Amorpha georgiana

Scientific classification
- Kingdom: Plantae
- Clade: Tracheophytes
- Clade: Angiosperms
- Clade: Eudicots
- Clade: Rosids
- Order: Fabales
- Family: Fabaceae
- Subfamily: Faboideae
- Genus: Amorpha
- Species: A. georgiana
- Binomial name: Amorpha georgiana Wilbur

= Amorpha georgiana =

- Genus: Amorpha
- Species: georgiana
- Authority: Wilbur

Species of plant

Amorpha georgiana, the Georgia false indigo, is a species of flowering plant in the family Fabaceae, native to southeastern North Carolina, South Carolina, and Georgia in the United States. A rare subshrub, it is found in the endangered longleaf pine ecosystem, and, like most species there, is fireadapted. Fire suppression is a major threat to A. georgiana.

== Current populations ==

There are fourteen known populations of A. georgiana that exist today. There are three in South Carolina, ten in North Carolina, and one in Georgia. The North Carolina populations have the strongest genetic diversity as there are more individuals and they are the least isolated from each other. The Georgia population is the smallest and most isolated of the three. This population is listed as critically imperiled.

== Threats ==

Habitat degradation, fire suppression, and urbanization are all threats to existing Amorpha georgiana populations. Because the seeds and pods require temperatures over 80 °C to release from dormancy, fire suppression can reduce the probability of germination, reducing reproduction rates. When exposed to temperatures mimicking fire conditions, there is a 3.5 times higher probability of germination. Recent research found that A. georgiana is an obligate pyrogenic dormancy release species.
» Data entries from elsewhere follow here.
def rect_pattern(length_nm, width_nm, eps_inside, eps_outside, period_x_nm: float, period_y_nm: float) -> Pattern:
    """A centred rectangle ``length_nm`` along x by ``width_nm`` along y; all arguments broadcast to (B,).

    Raises
    ------
    MetalayError
        If the rectangle does not fit strictly inside the cell.
    """
    length_nm, width_nm, eps_inside, eps_outside = np.broadcast_arrays(
        np.asarray(length_nm, float), np.asarray(width_nm, float),
        np.asarray(eps_inside, complex), np.asarray(eps_outside, complex))
    length_nm, width_nm = np.atleast_1d(length_nm), np.atleast_1d(width_nm)
    eps_inside, eps_outside = np.atleast_1d(eps_inside), np.atleast_1d(eps_outside)
    if np.any(length_nm <= 0) or np.any(width_nm <= 0) or np.any(length_nm >= period_x_nm) \
            or np.any(width_nm >= period_y_nm):
        raise MetalayError(f"rectangle {length_nm.max()} x {width_nm.max()} nm must fit inside the "
                           f"{period_x_nm} x {period_y_nm} nm cell (0 < length < period_x, 0 < width < period_y)")
    b = length_nm.shape[0]
    hx, hy = period_x_nm / 2, period_y_nm / 2
    xe = np.stack([np.full(b, -hx), -length_nm / 2, length_nm / 2, np.full(b, hx)], axis=1)
    ye = np.stack([np.full(b, -hy), -width_nm / 2, width_nm / 2, np.full(b, hy)], axis=1)
    eps = np.broadcast_to(eps_outside[:, None, None], (b, 3, 3)).copy()
    eps[:, 1, 1] = eps_inside
    return Pattern(xe, ye, eps)


def ellipse_pattern(major_nm, minor_nm, eps_inside, eps_outside, period_x_nm: float, period_y_nm: float,
                    *, n_stairs: int = 12) -> Pattern:
    """A centred ellipse (axis ``major_nm`` along x, ``minor_nm`` along y) staircased into rectangles.

    The ellipse is cut into ``2*n_stairs`` slabs of equal height along y; each slab is a rectangle whose length
    keeps the slab's exact area (so the filling fraction of each slab, and the total area, are exact). A circle
    is ``major_nm == minor_nm``. All geometry arguments broadcast to (B,).

    Notes
    -----
    Slab k spans ``y in [y_k, y_{k+1}]`` with ``y_k = b (k/n - 1)`` for ``b = minor/2``, ``n = n_stairs``; its
    length is ``2 a * (mean of sqrt(1 - (y/b)^2) over the slab)``, with ``a = major/2``, computed in closed form
    from ``integral sqrt(1-u^2) du = (u sqrt(1-u^2) + asin u)/2``.
    """
    major_nm, minor_nm, eps_inside, eps_outside = np.broadcast_arrays(
        np.asarray(major_nm, float), np.asarray(minor_nm, float),
        np.asarray(eps_inside, complex), np.asarray(eps_outside, complex))
    major_nm, minor_nm = np.atleast_1d(major_nm), np.atleast_1d(minor_nm)
    eps_inside, eps_outside = np.atleast_1d(eps_inside), np.atleast_1d(eps_outside)
    if np.any(major_nm <= 0) or np.any(minor_nm <= 0) or np.any(major_nm >= period_x_nm) \
            or np.any(minor_nm >= period_y_nm):
        raise MetalayError(f"ellipse {major_nm.max()} x {minor_nm.max()} nm must fit inside the "
                           f"{period_x_nm} x {period_y_nm} nm cell")
    b = major_nm.shape[0]
    n = int(n_stairs)
    u = np.linspace(-1.0, 1.0, 2 * n + 1)                       # slab edges in units of the semi-minor axis
    prim = 0.5 * (u * np.sqrt(np.clip(1 - u**2, 0, None)) + np.arcsin(u))
    mean_chord = np.diff(prim) / np.diff(u)                      # mean of sqrt(1-u^2) over each slab, (2n,)
    half_len = (major_nm / 2)[:, None] * mean_chord[None, :]      # (B, 2n)
    # y edges: cell edge, 2n+1 slab edges, cell edge -> 2n+2 rows
    ys = (minor_nm / 2)[:, None] * u[None, :]
    ye = np.concatenate([np.full((b, 1), -period_y_nm / 2), ys, np.full((b, 1), period_y_nm / 2)], axis=1)
    # x edges: union of the distinct slab half-lengths (slab k and 2n-1-k are equal by symmetry)
    hl = half_len[:, :n]                                          # increasing towards the centre
    xs = np.concatenate([-hl[:, ::-1], hl], axis=1)               # 2n increasing edges
    xe = np.concatenate([np.full((b, 1), -period_x_nm / 2), xs, np.full((b, 1), period_x_nm / 2)], axis=1)
    ni, nj = xe.shape[1] - 1, ye.shape[1] - 1                     # 2n+1 columns, 2n+2 rows
    xc = 0.5 * (xe[:, 1:] + xe[:, :-1])                           # (B, I)
    inside = np.zeros((b, ni, nj), dtype=bool)
    inside[:, :, 1:-1] = np.abs(xc)[:, :, None] < half_len[:, None, :]
    eps = np.where(inside, eps_inside[:, None, None], eps_outside[:, None, None])
    return Pattern(xe, ye, eps)


# ----------------------------------------------------------------------------------------------------------------
# Fourier coefficients and factorisation


def _block_coeffs(edges: np.ndarray, period: float, orders: np.ndarray) -> np.ndarray:
    """Fourier coefficients of the indicator of each block: (B, I, P) for orders (P,).

    ``f_i(p) = (1/L) int_{e_i}^{e_{i+1}} exp(-i 2 pi p x / L) dx = (w/L) sinc(p w / L) exp(-i 2 pi p c / L)``.
    """
    w = np.diff(edges, axis=1)[:, :, None]
    c = 0.5 * (edges[:, 1:] + edges[:, :-1])[:, :, None]
    p = orders[None, None, :]
    return (w / period) * np.sinc(p * w / period) * np.exp(-2j * np.pi * p * c / period)


def _toeplitz(coeffs: np.ndarray, m: int) -> np.ndarray:
    """Toeplitz matrices T[..., a, c] = coeffs[..., (a - c) + 2m] for coeffs over orders -2m..2m."""
    idx = np.arange(2 * m + 1)
    return coeffs[..., (idx[:, None] - idx[None, :]) + 2 * m]


def _eps_matrices(pat: Pattern, mx: int, my: int, px: float, py: float, factorization: str):
    """Return (E_laurent, E_xx, E_yy) as (B, N, N) with N = (2mx+1)(2my+1), m outer, n inner."""
    b = pat.batch
    ox = np.arange(-2 * mx, 2 * mx + 1)
    oy = np.arange(-2 * my, 2 * my + 1)
    fx = _block_coeffs(pat.x_edges_nm, px, ox)        # (B, I, Px)
    fy = _block_coeffs(pat.y_edges_nm, py, oy)        # (B, J, Py)
    eps = pat.eps
    nx, ny = 2 * mx + 1, 2 * my + 1
    n = nx * ny

    def kron_sum(a, c):
        # sum_k a[b,k,m,m'] c[b,k,n,n'] -> (B, N, N)
        return np.einsum("bkac,bkdf->badcf", a, c, optimize=True).reshape(b, n, n)

    c2 = np.einsum("bij,bip,bjq->bpq", eps, fx, fy, optimize=True)   # 2D Fourier coefficients
    ia = np.arange(nx)
    ja = np.arange(ny)
    dm = (ia[:, None, None, None] - ia[None, None, :, None]) + 2 * mx
    dn = (ja[None, :, None, None] - ja[None, None, None, :]) + 2 * my
    e_l = c2[:, dm, dn].reshape(b, n, n)
    if factorization == "laurent":
        return e_l, e_l, e_l
    # E_xx: inverse rule along x for each row j, then Laurent along y
    inv_row = np.einsum("bij,bip->bjp", 1.0 / eps, fx, optimize=True)          # (B, J, Px)
    a_rows = np.linalg.inv(_toeplitz(inv_row, mx))                             # (B, J, nx, nx)
    ty = _toeplitz(fy, my)                                                     # (B, J, ny, ny)
    e_xx = kron_sum(a_rows, ty)
    # E_yy: inverse rule along y for each column i, then Laurent along x
    inv_col = np.einsum("bij,bjq->biq", 1.0 / eps, fy, optimize=True)          # (B, I, Py)
    b_cols = np.linalg.inv(_toeplitz(inv_col, my))                             # (B, I, ny, ny)
    tx = _toeplitz(fx, mx)                                                     # (B, I, nx, nx)
    e_yy = kron_sum(tx, b_cols)
    return e_l, e_xx, e_yy
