def test_memory_budget_sets_the_band_count(tmp_path, monkeypatch):
    from metalay.checks import rules_stream

    p = lattice_mask(tmp_path)
    rs = rules(min_spacing_nm=70, forbid_overlap=True)
    whole = check_mask(p, rs)
    n = whole.polygons
    # Common practice (no source): a band is sized so 1.5 x its polygons x 300 B fit half the budget, less the
    # streamed reader's table and pages (30 B per polygon) when the bands are swept during the second read
    budget = int(n * 300 * 1.5 / 0.5 / 4) + 1
    tiled, plan = check_mask_tiled(p, rs, max_memory_bytes=budget)  # one chunk: swept
    assert plan.bands == math.ceil(1.5 * n * 300 / (budget / 2 - 30 * n)) == 6 and plan.largest_band < n
    assert_same_report(tiled, whole)
    monkeypatch.setattr(rules_stream, "_SWEEP", False)  # through band files
    tiled, plan = check_mask_tiled(p, rs, max_memory_bytes=budget)
    assert plan.bands == 4 and plan.largest_band < n
    assert_same_report(tiled, whole)
    monkeypatch.undo()
    # no room beside the reader's table (under a quarter of the band share left): band files, bands as above
    calls = []
    real = rules_stream._distribute
    monkeypatch.setattr(rules_stream, "_distribute", lambda *a: calls.append(1) or real(*a))
    tiled, plan = check_mask_tiled(p, rs, max_memory_bytes=60 * n)
    assert plan.bands == math.ceil(1.5 * n * 300 / (60 * n / 2)) and calls == [1]
    assert_same_report(tiled, whole)
    big, plan1 = check_mask_tiled(p, rs, max_memory_bytes=10 ** 10)
    assert plan1.bands == 1


def test_chunks_concatenate_to_read_mask(tmp_path, hier_file):  # noqa: F811
    # flat runs (lattice file) and a hierarchy with SREF/AREF/rotation/reflection: chunks joined == read_mask
    for path, layers in ((lattice_mask(tmp_path), [(1, 0)]), (hier_file, None)):
        whole = read_mask(path, layers=layers)
        for chunk in (1, 5, 1 << 18):
            parts = list(iter_mask_chunks(path, layers=layers, chunk_polygons=chunk))
            assert all(p.count <= max(chunk, 1) or chunk == 1 for p in parts)
            assert np.array_equal(np.concatenate([p.layer for p in parts]), whole.layer)
            assert np.array_equal(np.concatenate([p.datatype for p in parts]), whole.datatype)
            assert np.array_equal(np.concatenate([np.diff(p.start) for p in parts]), np.diff(whole.start))
            assert np.array_equal(np.concatenate([p.xy_db for p in parts]), whole.xy_db)
            assert {p.db_unit_nm for p in parts} == {whole.db_unit_nm}
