def _read_and_decode(mask_path: Path, lib, design, target, opt: OpticsOptions, notes: list,
                     timings: dict) -> _Decoded:
    """Stage 1: read the structure layer, decode sites, pick the responses (biased sizes) and the target."""
    from metalay.io.gdsread import read_mask

    mask_settings = getattr(design, "mask", None)
    layer = opt.layer
    if layer is None:
        layer = mask_settings.layer("structures") if mask_settings is not None else (1, 0)
    bias_nm = opt.bias_nm
    if bias_nm is None:
        bias_nm = float(getattr(mask_settings, "bias_nm", 0.0) or 0.0)
    t0 = time.perf_counter()
    flat = read_mask(mask_path, layers=[written_layer(design, layer)],  # structures, or the film pieces
                     max_memory_bytes=opt.max_memory_bytes)
    timings["read_s"] = time.perf_counter() - t0
    no_target = target is None and design is None
    if target is None:
        if design is not None:
            target = target_from_design(design, wavelength_nm=opt.wavelength_nm)
        else:
            target = OpticsTarget(wavelength_nm=float(opt.wavelength_nm or lib.design_wavelength_nm), charge=None)
    wl = target.wavelength_nm
    if lib.has_responses:
        t_long, t_short = lib.response_at(wl)
        notes.append(f"cell responses from library {lib.name} at {wl:g} nm")
    else:
        t_long, t_short = ideal_responses(len(lib.cells))
        notes.append(f"library {lib.name} has no optical responses: ideal half-wave cells assumed (t_long = 1, "
                     "t_short = -1), so efficiencies are upper bounds set by the layout only")
    period_nm = design.lattice.period_nm if design is not None else lib.period_nm
    lattice = design.lattice.kind if design is not None else lib.lattice
    t0 = time.perf_counter()
    decoded = decode_written(flat, lib.cells, design, period_nm=period_nm, lattice=lattice, layer=tuple(layer),
                             size_tol_nm=opt.size_tol_nm, bias_nm=bias_nm, unmatched=opt.unmatched,
                             where=str(mask_path))
    timings["decode_s"] = time.perf_counter() - t0
    if tone_of(design) == "complement":
        notes.append(f"tone 'complement': {decoded.stats['pieces']} written film pieces read; the openings are the "
                     f"region minus the pieces on the writer's {decoded.stats['bands']} bands, measured by their area "
                     "moments")
    facing = facing_of(design, lib, lit_from=opt.lit_from, where=str(mask_path))
    decoded = beam_frame_sites(decoded, facing)
    notes.append(f"illumination: {facing.describe()}")
    bias_record = None
    if bias_nm and lib.has_responses:
        t0 = time.perf_counter()
        t_long, t_short, bias_record = _biased_responses(lib, t_long, t_short, decoded, bias_nm, notes,
                                                         wavelength_nm=wl, opt=opt, design=design)
        timings["bias_s"] = time.perf_counter() - t0
    # a small window of polygons for the layout figure, then free the vertex table
    zoom_c = tuple(float(v) for v in facing.beam_xy(*target.center_um))  # the axis as the file shows it
    zoom_hw = max(1.5, 4 * period_nm * 1e-3)
    first = flat.xy_db[flat.start[:-1]] * (flat.db_unit_nm / 1000.0)
    zoom_c = _zoom_on_structures(first, zoom_c, zoom_hw)
    win = (np.abs(first[:, 0] - zoom_c[0]) < zoom_hw + 1) & (np.abs(first[:, 1] - zoom_c[1]) < zoom_hw + 1)
    if tone_of(design) == "complement" and flat.count:  # film pieces are long: select them by their extent
        lo = np.minimum.reduceat(flat.xy_db, flat.start[:-1], axis=0) * (flat.db_unit_nm / 1000.0)
        hi = np.maximum.reduceat(flat.xy_db, flat.start[:-1], axis=0) * (flat.db_unit_nm / 1000.0)
        c = np.asarray(zoom_c)
        win = np.all((hi > c - zoom_hw - 1) & (lo < c + zoom_hw + 1), axis=1)
    zoom_flat = flat.select(win) if opt.make_plots else None
    return _Decoded(mask_path, lib, design, target, no_target, tuple(layer), bias_nm, decoded, t_long, t_short,
                    period_nm, (zoom_flat, zoom_c, zoom_hw, flat.db_unit_nm), facing, bias=bias_record)


def _zoom_on_structures(first_um: np.ndarray, centre, half_width_um: float) -> tuple[float, float]:
    """The zoom centre: ``centre`` when polygons lie within the window around it, else the polygon (first vertex)
    nearest to it (an annulus or an off-axis aperture has no structures on the axis)."""
    if first_um.shape[0] == 0:
        return centre
    d = np.maximum(np.abs(first_um[:, 0] - centre[0]), np.abs(first_um[:, 1] - centre[1]))
    if np.count_nonzero(d < half_width_um) >= 4:
        return centre
    k = int(np.argmin(np.hypot(first_um[:, 0] - centre[0], first_um[:, 1] - centre[1])))
    # move the window so the nearest polygon sits half a window inside it, towards the structures
    dx, dy = first_um[k, 0] - centre[0], first_um[k, 1] - centre[1]
    r = float(np.hypot(dx, dy))
    return (float(centre[0] + dx * (r + 0.5 * half_width_um) / r),
            float(centre[1] + dy * (r + 0.5 * half_width_um) / r))
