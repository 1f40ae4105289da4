"""Spin-decoupled cells: a half-wave cell with its own propagation phase gives any two phases to the two spins.

A cell with principal responses ``t_long = A exp(i delta_x)`` and ``t_short = A exp(i delta_y)``,
``delta_y = delta_x + pi`` (a half-wave plate), rotated by ``theta`` (long axis from +x towards +y, in the frame of
the arriving light), has the Jones matrix ``R(-theta) diag(t_long, t_short) R(theta)``. For input
``|sigma> = (x + i sigma y)/sqrt(2)`` it gives (README "Physics conventions")::

    ((t_long + t_short)/2) |sigma>  +  ((t_long - t_short)/2) exp(2 i sigma theta) |-sigma>

so the converted light of spin ``sigma`` carries the phase ``psi + 2 sigma theta`` with the cell's conversion phase
``psi = arg((t_long - t_short)/2)`` (``= delta_x`` for an exact half-wave cell, and the right quantity for any
cell: it is what the converted light carries). In this project's sign convention:

* spin +1 receives ``phi_+ = psi + 2 theta``;
* spin -1 receives ``phi_- = psi - 2 theta``.

Any two targets are reached with ``psi = (phi_+ + phi_-)/2`` and ``theta = (phi_+ - phi_-)/4`` (Mueller, Rubin,
Devlin, Groever, Capasso 2017, Phys. Rev. Lett. 118, 113901; Devlin, Ambrosio, Rubin, Mueller, Capasso 2017,
Science 358, 896). Branches: ``phi_+`` and ``phi_-`` are phases (mod 2 pi), so their half-sum is defined only mod
pi and ``theta`` only mod pi/2, and the two choices are tied: taking ``psi + pi`` needs ``theta - pi/2``. Physically,
turning a cell by 90 degrees swaps its axes, ``t_long <-> t_short``, which adds pi to its conversion phase for both
spins. :func:`cell_targets` therefore returns the half-sum mod pi and the rotation of that branch, and a library
only needs conversion phases covering 0..pi: each cell also serves, turned by 90 degrees, the level pi away.

The retardance of a cell is ``arg(t_long / t_short)``; its error from a half-wave plate is ``retardance - pi``
(wrapped). A retardance error ``epsilon`` leaves ``|(t_long + t_short)/2|^2 = A^2 sin^2(epsilon / 2)`` unconverted,
in the input polarisation, with no designed phase.

Functions
---------
conversion_phase, retardance_error   cell figures from ``(t_long, t_short)``
spin_phases                          forward relation: (psi, theta) -> (phi_+, phi_-)
cell_targets                         inverse relation: (phi_+, phi_-) -> (psi mod pi, theta mod pi), one branch
pick_spin_levels                     choose library cells for ``levels`` conversion-phase levels from a sweep
level_report                         per-cell and per-level figures stored in the library (``spin_decoupled``)
"""

from __future__ import annotations

from dataclasses import dataclass

import numpy as np

__all__ = ["conversion_phase", "retardance_error", "spin_phases", "cell_targets", "SpinLevels", "pick_spin_levels",
           "level_report", "wrap_pi"]


def wrap_pi(a):
    """Wrap angles (radians) to (-pi, pi]."""
    return np.pi - np.mod(np.pi - np.asarray(a, dtype=np.float64), 2 * np.pi)


def conversion_phase(t_long, t_short) -> np.ndarray:
    """Phase ``psi = arg((t_long - t_short)/2)`` carried by the converted light of either spin at rotation 0 (rad)."""
    return np.angle((np.asarray(t_long) - np.asarray(t_short)) / 2)


def retardance_error(t_long, t_short) -> np.ndarray:
    """``arg(t_long / t_short) - pi`` wrapped to (-pi, pi] (radians): 0 for a half-wave cell."""
    return wrap_pi(np.angle(np.asarray(t_long) * np.conj(np.asarray(t_short))) - np.pi)


def spin_phases(psi_rad, theta_rad) -> tuple[np.ndarray, np.ndarray]:
    """Converted phases ``(phi_+, phi_-) = (psi + 2 theta, psi - 2 theta)`` of spins +1 and -1 (radians).

    Parameters
    ----------
    psi_rad : array_like
        Conversion phase of the cell, ``arg((t_long - t_short)/2)``.
    theta_rad : array_like
        Rotation of the long axis from +x towards +y, in the arriving light's frame.

    Notes
    -----
    From the Jones matrix ``R(-theta) diag(t_long, t_short) R(theta)``: the converted part of ``|sigma>`` is
    ``((t_long - t_short)/2) exp(2 i sigma theta)`` (Bomzon, Biener, Kleiner, Hasman 2002, Opt. Lett. 27, 1141).
    """
    psi = np.asarray(psi_rad, dtype=np.float64)
    theta = np.asarray(theta_rad, dtype=np.float64)
    return psi + 2 * theta, psi - 2 * theta


def cell_targets(phi_plus_rad, phi_minus_rad) -> tuple[np.ndarray, np.ndarray]:
    """The cell phase and rotation that give spin +1 the phase ``phi_+`` and spin -1 the phase ``phi_-``.

    Parameters
    ----------
    phi_plus_rad, phi_minus_rad : array_like
        Target phases (radians, any branch).

    Returns
    -------
    psi_rad : ndarray
        Wanted conversion phase, ``(phi_+ + phi_-)/2`` reduced to [0, pi).
    theta_rad : ndarray
        Rotation in [0, pi) of the same branch: ``theta = (phi_+ - psi)/2 mod pi``, so that
        ``spin_phases(psi, theta) == (phi_+, phi_-)`` mod 2 pi exactly. (Mueller et al. 2017 write
        ``theta = (phi_+ - phi_-)/4``; reducing ``psi`` by ``k pi`` shifts it by ``-k pi/2``.) A cell whose conversion
        phase is ``psi + pi`` serves the same site turned by 90 degrees.

    Notes
    -----
    Check: ``psi + 2 theta = phi_+`` (mod 2 pi) by construction, and ``psi - 2 theta = 2 psi - phi_+ = phi_-``
    (mod 2 pi) because ``2 psi = phi_+ + phi_-`` (mod 2 pi).
    """
    pp = np.asarray(phi_plus_rad, dtype=np.float64)
    pm = np.asarray(phi_minus_rad, dtype=np.float64)
    psi = np.mod((pp + pm) / 2, np.pi)
    psi = np.where(psi >= np.pi, 0.0, psi)
    theta = np.mod((pp - psi) / 2, np.pi)
    theta = np.where(theta >= np.pi, 0.0, theta)
    return psi, theta


@dataclass(frozen=True)
class SpinLevels:
    """Cells chosen for the conversion-phase levels ``offset + 2 pi k / levels``.

    Attributes
    ----------
    geometry : ndarray (K,) int
        Sweep index of the cell serving level k.
    turned : ndarray (K,) bool
        True where the cell serves the level turned by 90 degrees (its conversion phase + pi).
    offset_rad : float
        Phase of level 0.
    score : float
        Worst projection ``Re(c exp(-i level))`` over the levels (``c`` the converted amplitude): the
        figure maximised (flat, large amplitude and small phase error at once).
    """

    geometry: np.ndarray
    turned: np.ndarray
    offset_rad: float
    score: float

    @property
    def distinct(self) -> np.ndarray:
        """Sorted distinct sweep indices (the library's cells)."""
        return np.unique(self.geometry)


def pick_spin_levels(t_long, t_short, levels: int, *, retardance_tolerance_rad: float,
                     usable=None) -> SpinLevels | None:
    """Choose half-wave cells whose conversion phases cover 0..2 pi in ``levels`` equal steps.

    Parameters
    ----------
    t_long, t_short : ndarray (G,) complex
        Responses of the swept geometries at the design wavelength.
    levels : int
        Number of levels N (steps of 2 pi / N).
    retardance_tolerance_rad : float
        Largest accepted ``|retardance_error|``.
    usable : ndarray (G,) bool, optional
        Geometries allowed (e.g. not refused by a converged re-check).

    Returns
    -------
    SpinLevels or None
        None when no geometry is within the retardance tolerance.

    Notes
    -----
    Candidates are every usable geometry within tolerance, as it is (converted amplitude ``c``) and turned by 90
    degrees (``-c``). For each global offset on a 1-degree grid and each level k, the candidate maximising the
    projection ``Re(c exp(-i (offset + 2 pi k / N)))`` is taken; the offset whose worst projection is largest wins
    (ties: smaller offset, smaller index), the criterion of the propagation-phase picker applied to the converted
    amplitude.
    """
    tl = np.asarray(t_long, dtype=complex)
    ts = np.asarray(t_short, dtype=complex)
    ok = np.abs(retardance_error(tl, ts)) <= retardance_tolerance_rad
    if usable is not None:
        ok &= np.asarray(usable, bool)
    idx = np.flatnonzero(ok)
    if idx.size == 0:
        return None
    conv = (tl[idx] - ts[idx]) / 2
    cand = np.concatenate([conv, -conv])                                                  # (2C,)
    offsets = np.deg2rad(np.arange(360.0))
    targets = offsets[:, None] + 2 * np.pi * np.arange(levels)[None, :] / levels        # (O, K)
    proj = np.real(cand[None, None, :] * np.exp(-1j * targets)[:, :, None])             # (O, K, 2C)
    best = np.argmax(proj, axis=2)                                                       # (O, K)
    score = np.take_along_axis(proj, best[:, :, None], axis=2)[:, :, 0].min(axis=1)     # (O,)
    o = int(np.argmax(score))
    pick = best[o]
    return SpinLevels(geometry=idx[pick % idx.size], turned=pick >= idx.size, offset_rad=float(offsets[o]),
                      score=float(score[o]))


def level_report(cell_ids, t_long, t_short, chosen: SpinLevels, geometry_to_cell: dict, *,
                 retardance_tolerance_rad: float, wavelength_nm: float) -> dict:
    """JSON-ready figures of a spin-decoupled cell set (stored under ``spin_decoupled`` in the library file).

    Parameters
    ----------
    cell_ids : sequence of str
        Library cell ids, in library order.
    t_long, t_short : ndarray (C,) complex
        Converged responses of the library cells at ``wavelength_nm``.
    chosen : SpinLevels
        The level assignment (sweep indices).
    geometry_to_cell : dict int -> int
        Sweep index -> library cell index.
    retardance_tolerance_rad : float
        The tolerance the cells were chosen with.
    wavelength_nm : float

    Returns
    -------
    dict
        ``levels``, ``level_offset_deg``, ``retardance_tolerance_deg``, ``wavelength_nm``, ``amplitude_spread``
        (``(max - min) / mean`` of ``|c|``, ``c = (t_long - t_short)/2``), ``worst_retardance_error_deg``,
        ``worst_level_phase_error_deg``, ``cells`` (per cell: conversion phase, retardance error, conversion
        amplitude and efficiency, relative deviation of ``|c|`` from the set mean, ``|t_long|``, ``|t_short|``, the
        levels it serves) and ``level_table`` (per level: target phase, cell, turned, phase error).
    """
    tl = np.asarray(t_long, dtype=complex)
    ts = np.asarray(t_short, dtype=complex)
    conv = (tl - ts) / 2
    amp = np.abs(conv)
    mean_amp = float(amp.mean())
    psi = conversion_phase(tl, ts)
    ret = retardance_error(tl, ts)
    n = chosen.geometry.size
    table = []
    serves: dict[int, list] = {c: [] for c in range(len(cell_ids))}
    for k in range(n):  # levels (a short axis)
        c = geometry_to_cell[int(chosen.geometry[k])]
        target = chosen.offset_rad + 2 * np.pi * k / n
        phase = psi[c] + (np.pi if chosen.turned[k] else 0.0)
        err = float(np.degrees(wrap_pi(phase - target)))
        serves[c].append(k)
        table.append({"level": k, "target_phase_deg": _r(np.degrees(np.mod(target, 2 * np.pi))),
                      "cell_id": cell_ids[c], "turned_90_deg": bool(chosen.turned[k]), "phase_error_deg": _r(err)})
    cells = [{"cell_id": cid, "conversion_phase_deg": _r(np.degrees(psi[c])),
              "retardance_error_deg": _r(np.degrees(ret[c])), "conversion_amplitude": _r(amp[c]),
              "conversion_efficiency": _r(amp[c] ** 2), "leakage": _r(abs((tl[c] + ts[c]) / 2) ** 2),
              "amplitude_deviation": _r(amp[c] / mean_amp - 1.0), "abs_t_long": _r(abs(tl[c])),
              "abs_t_short": _r(abs(ts[c])), "levels": serves[c]} for c, cid in enumerate(cell_ids)]
    return {"levels": int(n), "level_offset_deg": _r(np.degrees(chosen.offset_rad)),
            "retardance_tolerance_deg": _r(np.degrees(retardance_tolerance_rad)), "wavelength_nm": float(wavelength_nm),
            "amplitude_spread": _r((amp.max() - amp.min()) / mean_amp),
            "worst_retardance_error_deg": _r(np.degrees(np.max(np.abs(ret)))),
            "worst_level_phase_error_deg": _r(max(abs(t["phase_error_deg"]) for t in table)),
            "relations": ("spin +1 receives psi + 2 theta, spin -1 receives psi - 2 theta, psi = arg((t_long - "
                          "t_short)/2); a cell turned by 90 degrees serves psi + pi"),
            "cells": cells, "level_table": table}


def _r(v) -> float:
    """9 significant digits (byte-stable JSON across BLAS thread counts)."""
    return float(f"{float(v):.9g}")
== Conservation strategies ==

Prescribed burning of sites containing A. georgiana during the growing season is recommended. Typically, prescribed burning is done during the dormant season, but recent research suggests that growing season fires are more effective at releasing A. georgiana seeds from dormancy as it is fires historically occurred during the growing season. For best results, fire should only occur every two to three years as germination occurs between one and two years after a fire.

Fire regimes have been shown to be effective at restoring longleaf pine savannahs. In Georgia, significant habitat loss has occurred due to conversion of long leaf pine ecosystems into pine plantations. Conservation of existing long leaf pine ecosystems is a key factor in the conservation of this species.

Hybridization with closely related species, such as Amorpha herbacea and Amorpha confusa are being researched as avenues of genetic conservation.